Is there a combination of demand, stability, and native applications that we can identify as “critical mass” to guide us in adopting support?
Should IS introduce support in phases? If so, how? What is needed to understand the various dependencies and the impact of introducing support in this way?
Do we need separate release processes for major applications when native versions are released?
What are the impacts of the underlying UNIX layer? How much, if any,
UNIX functionality will support providers need to know for proper troubleshooting and maintenance? How much, if any, will users need to know for proper use and maintenance?
Examination of impact on IS with the introduction of Mac OS X support including organizational impacts.
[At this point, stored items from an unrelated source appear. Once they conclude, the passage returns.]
// The run report, checked by parsing the page it writes: well-formed markup, every well
// present with exactly one panel, each accepted window drawn where rates.csv says, links
// that resolve, no URL of any kind, byte-identical output for the same inputs, and a
// 1536-well plate collapsed into blocks. The demo data and the simulated plate are
// invented (see demo-data/README.md and report_sim.hpp).
#include <fmt/format.h>
#include "vzero/report.hpp"

#include <algorithm>
#include <cmath>
#include <filesystem>
#include <map>
#include <set>
#include <string>

#include "report_sim.hpp"
#include "test_support.hpp"
#include "vzero/error.hpp"
#include "vzero/table.hpp"
#include "xml_check.hpp"

using namespace vzero;
using vzero::test::XmlNode;

namespace {

std::vector<std::string> split_words(const std::string& flags) {
  std::vector<std::string> out;
  std::size_t p = 0;
  while (p < flags.size()) {
    std::size_t e = flags.find(';', p);
    if (e == std::string::npos) e = flags.size();
    if (e > p) out.push_back(flags.substr(p, e - p));
    p = e + 1;
  }
  return out;
}

// Runs the README demo (rates, then a competitive-inhibition fit) in `dir`.
void run_demo(const test::TempDir& dir, const std::string& extra = "") {
  const std::string d = test::source("demo-data");
  auto r =
      test::run_vzero("rates '" + d + "/hydrolase_wide.csv' --layout '" + d + "/hydrolase_map.csv' --method '" + d +
                          "/esterase_method.toml' -o rates.csv --summary summary.csv --traces traces.csv -q " + extra,
                      dir.path.string());
  REQUIRE_MESSAGE(r.status == 0, r.describe());
  r = test::run_vzero(
      "fit rates.csv --x substrate --inhibitor inhibitor_uM --model competitive --group enzyme_nM "
      "--json fit.json --diagnostics diag.csv -q",
      dir.path.string());
  REQUIRE_MESSAGE(r.status == 0, r.describe());
}

std::string report_args() {
  return "report --rates rates.csv --traces traces.csv --summary summary.csv --fit fit.json --diagnostics diag.csv "
         "--package datapackage.json -q -o report.html";
}
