#include "plate_map/plate_map_columns.hpp"

#include <fmt/format.h>
#include <cmath>

#include "core/text.hpp"
#include "vzero/error.hpp"

namespace vzero {

namespace {

// A unit as written, with µ (U+00B5) and μ (U+03BC) read as u: its power of ten against
// mol/L, or nothing when it is not a concentration unit.
bool unit_decades(std::string& unit, int& decades) {
  for (std::string_view micro : {"\xC2\xB5", "\xCE\xBC"})
    if (unit.rfind(micro, 0) == 0) unit = "u" + unit.substr(micro.size());
  static const std::pair<const char*, int> k_units[] = {{"M", 0}, {"mM", -3}, {"uM", -6}, {"nM", -9}};
  for (const auto& [name, d] : k_units)
    if (unit == name) {
      decades = d;
      return true;
    }
  return false;
}

}  // namespace

std::pair<std::string, std::string> split_header_unit(std::string_view header) {
  const std::string h(detail::trim(header));
  std::string base, unit;
  if (!h.empty() && (h.back() == ')' || h.back() == ']')) {
    const std::size_t open = h.rfind(h.back() == ')' ? '(' : '[');
    if (open == std::string::npos) return {h, ""};
    unit = std::string(detail::trim(std::string_view(h).substr(open + 1, h.size() - open - 2)));
    base = h.substr(0, open);
  } else {
    const std::size_t cut = h.find_last_of("_ ");
    if (cut == std::string::npos) return {h, ""};
    unit = h.substr(cut + 1);
    base = h.substr(0, cut);
  }
  int decades = 0;
  if (!unit_decades(unit, decades)) return {h, ""};
  while (!base.empty() && (base.back() == '_' || base.back() == ' ')) base.pop_back();
  if (base.empty()) return {h, ""};
  return {base, unit};
}

namespace detail {

double scale_by_decades(double value, int decades) {
  const double p = std::pow(10.0, std::abs(decades));
  return decades >= 0 ? value * p : value / p;
}

namespace {

std::string column_list(const std::vector<std::string>& columns) {
  std::string out;
  for (const auto& c : columns) out += (out.empty() ? "`" : ", `") + c + "`";
  return out;
}

// A column that is neither the substrate nor known, but whose name says concentration.
bool looks_like_concentration(const std::string& column, const std::string& unit) {
  const std::string l = lower(column);
  return !unit.empty() || l.find("conc") != std::string::npos || l.find("substrate") != std::string::npos;
}

// The compound concentration: the column --compound-conc-column names (with or without its
// unit), else `compound_conc` (unit optional) or `compound` with a concentration unit.
bool is_compound_conc(const std::string& column, const std::string& base, const std::string& unit,
                      const MapColumnOptions& o) {
  if (!o.compound_conc_column.empty()) return iequals(column, o.compound_conc_column) || iequals(base, o.compound_conc_column);
  return iequals(base, "compound_conc") || (iequals(base, "compound") && !unit.empty());
}

void take(ColumnPlan& plan, std::size_t i, ColumnKind kind, const std::string& column, const std::string& unit,
          const MapColumnOptions& o, const std::string& file, int header_line) {
  static const char* const k_names[] = {"well",     "role",          "substrate", "standard_conc",
                                        "match",    "compound",      "compound_conc", ""};
  static const char* const k_options[] = {"", "", "substrate", "substrate", "match", "compound", "compound-conc", ""};
  const char* use = k_names[static_cast<int>(kind)];
  const char* option = k_options[static_cast<int>(kind)];
  for (const auto& u : plan.uses)
    if (u.use == use)
      throw InputError(Where{file, header_line},
                       fmt::format("two plate-map columns are read as the {}: `{}` and `{}`", use, u.column, column),
                       {fmt::format("keep one of them, or name the one to use with --{}-column (method key {}-column)",
                                    option, option)});
  plan.kind[i] = kind;
  ColumnUse cu{column, use, unit, 1};
  if (kind != ColumnKind::match && kind != ColumnKind::compound) {
    int from = 0, to = -6;
    std::string u = unit, run_unit = o.conc_unit;
    if (!u.empty()) unit_decades(u, from);
    unit_decades(run_unit, to);
    plan.decades[i] = u.empty() ? 0 : from - to;
    cu.unit = u.empty() ? o.conc_unit : u;
    cu.unit_in_header = !u.empty();
    cu.factor = scale_by_decades(1.0, plan.decades[i]);
  }
  plan.uses.push_back(std::move(cu));
}

[[noreturn]] void missing(const std::string& file, int header_line, const std::string& what, const std::string& name,
                          const std::vector<std::string>& columns) {
  throw InputError(Where{file, header_line},
                   fmt::format("--{}-column names `{}`, but the plate map's columns are {}", what, name,
                               column_list(columns)),
                   {fmt::format("give --{}-column (method key {}-column) one of the map's column names", what, what)});
}

}  // namespace

ColumnPlan plan_map_columns(const std::string& file, int header_line, const std::vector<std::string>& columns,
                            const MapColumnOptions& o) {
  ColumnPlan plan;
  plan.kind.assign(columns.size(), ColumnKind::other);
  plan.decades.assign(columns.size(), 0);
  for (std::size_t i = 0; i < columns.size(); ++i) {
    const std::string& c = columns[i];
    const auto [base, unit] = split_header_unit(c);
    if (iequals(c, "well")) {
      plan.kind[i] = ColumnKind::well;
    } else if (iequals(c, "role")) {
      plan.kind[i] = ColumnKind::role;
    } else if (o.substrate_column.empty() ? iequals(base, "substrate")
                                          : iequals(c, o.substrate_column) || iequals(base, o.substrate_column)) {
      take(plan, i, ColumnKind::substrate, c, unit, o, file, header_line);
      // Blanks matched by substrate level (substrate-only blanks): the substrate column is also
      // the match, by its value in the run's unit.
      if (!o.match_column.empty() && (iequals(c, o.match_column) || iequals(base, o.match_column))) {
        plan.match_is_substrate = true;
        plan.uses.push_back(ColumnUse{c, "match", "", false, 1});
      }
    } else if (iequals(base, "standard_conc")) {
      take(plan, i, ColumnKind::standard_conc, c, unit, o, file, header_line);
    } else if (o.match_column.empty() ? iequals(c, "match") : iequals(c, o.match_column)) {
      take(plan, i, ColumnKind::match, c, "", o, file, header_line);
    } else if (is_compound_conc(c, base, unit, o)) {
      take(plan, i, ColumnKind::compound_conc, c, unit, o, file, header_line);
    } else if (o.compound_column.empty() ? iequals(c, "compound") : iequals(c, o.compound_column)) {
      take(plan, i, ColumnKind::compound, c, "", o, file, header_line);
    }
  }
  auto taken = [&](const char* use) {
    for (const auto& u : plan.uses)
      if (u.use == use) return true;
    return false;
  };
  if (!o.substrate_column.empty() && !taken("substrate")) missing(file, header_line, "substrate", o.substrate_column, columns);
  if (!o.match_column.empty() && !taken("match")) missing(file, header_line, "match", o.match_column, columns);
  if (!o.compound_column.empty() && !taken("compound"))
    missing(file, header_line, "compound", o.compound_column, columns);
  if (!o.compound_conc_column.empty() && !taken("compound_conc"))
    missing(file, header_line, "compound-conc", o.compound_conc_column, columns);
  for (std::size_t i = 0; i < columns.size(); ++i) {
    const auto [base, unit] = split_header_unit(columns[i]);
    if (plan.kind[i] == ColumnKind::other && looks_like_concentration(columns[i], unit))
      plan.unread_concentrations.push_back(columns[i]);
  }
  if (!taken("substrate")) {
    for (const std::string& column : plan.unread_concentrations) {
      plan.warnings.push_back(fmt::format(
          "{}: plate-map column `{}` looks like a concentration but is not read as the substrate (only a column "
          "named `substrate` is, with or without a unit); if it holds the substrate, give --substrate-column \"{}\" "
          "(method key substrate-column)",
          file, column, column));
    }
  }
  return plan;
}

std::vector<std::string> screen_column_warnings(const ColumnPlan& plan, const std::string& file) {
  for (const auto& u : plan.uses)
    if (u.use == "compound_conc") return plan.warnings;
  std::vector<std::string> out;
  for (const std::string& column : plan.unread_concentrations)
    out.push_back(fmt::format(
        "{}: plate-map column `{}` looks like a concentration but is read as neither the compound concentration "
        "(a column `compound_conc`, or `compound` with a unit such as `compound_uM`) nor the substrate; if it holds "
        "the compounds' concentrations, give --compound-conc-column \"{}\" (method key compound-conc-column), if the "
        "substrate's, --substrate-column \"{}\"",
        file, column, column, column));
  return out;
}

}  // namespace detail
}  // namespace vzero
- IS Process teams: Help Desk, Faculty Liaisons, Delivery/development, network, net-security
- IT Partners
- IT colleagues who develop, maintain, and support enterprise-wide site applications
Environmental scan including the following:
- Description of current customer use of Mac OS X including anticipated requirements for support.
- Description of Mac OS X support status at peer locations
- Analysis of vendor plans for supporting existing versions and migrating applications to Mac OS X
- Recommendation to sponsor for appropriate IS support of Mac OS X.
- IS support statement and target date for communicating statement.
- Identification of support implications for each affected team or group including new resource requirements.
- Suggestions for team / resource realignment, if necessary.
- Plan for communicating the rollout of support.
- Plan for communicating during the Discovery effort to groups and within IS.
- Propose measures to assess the success of the Support Plan Project.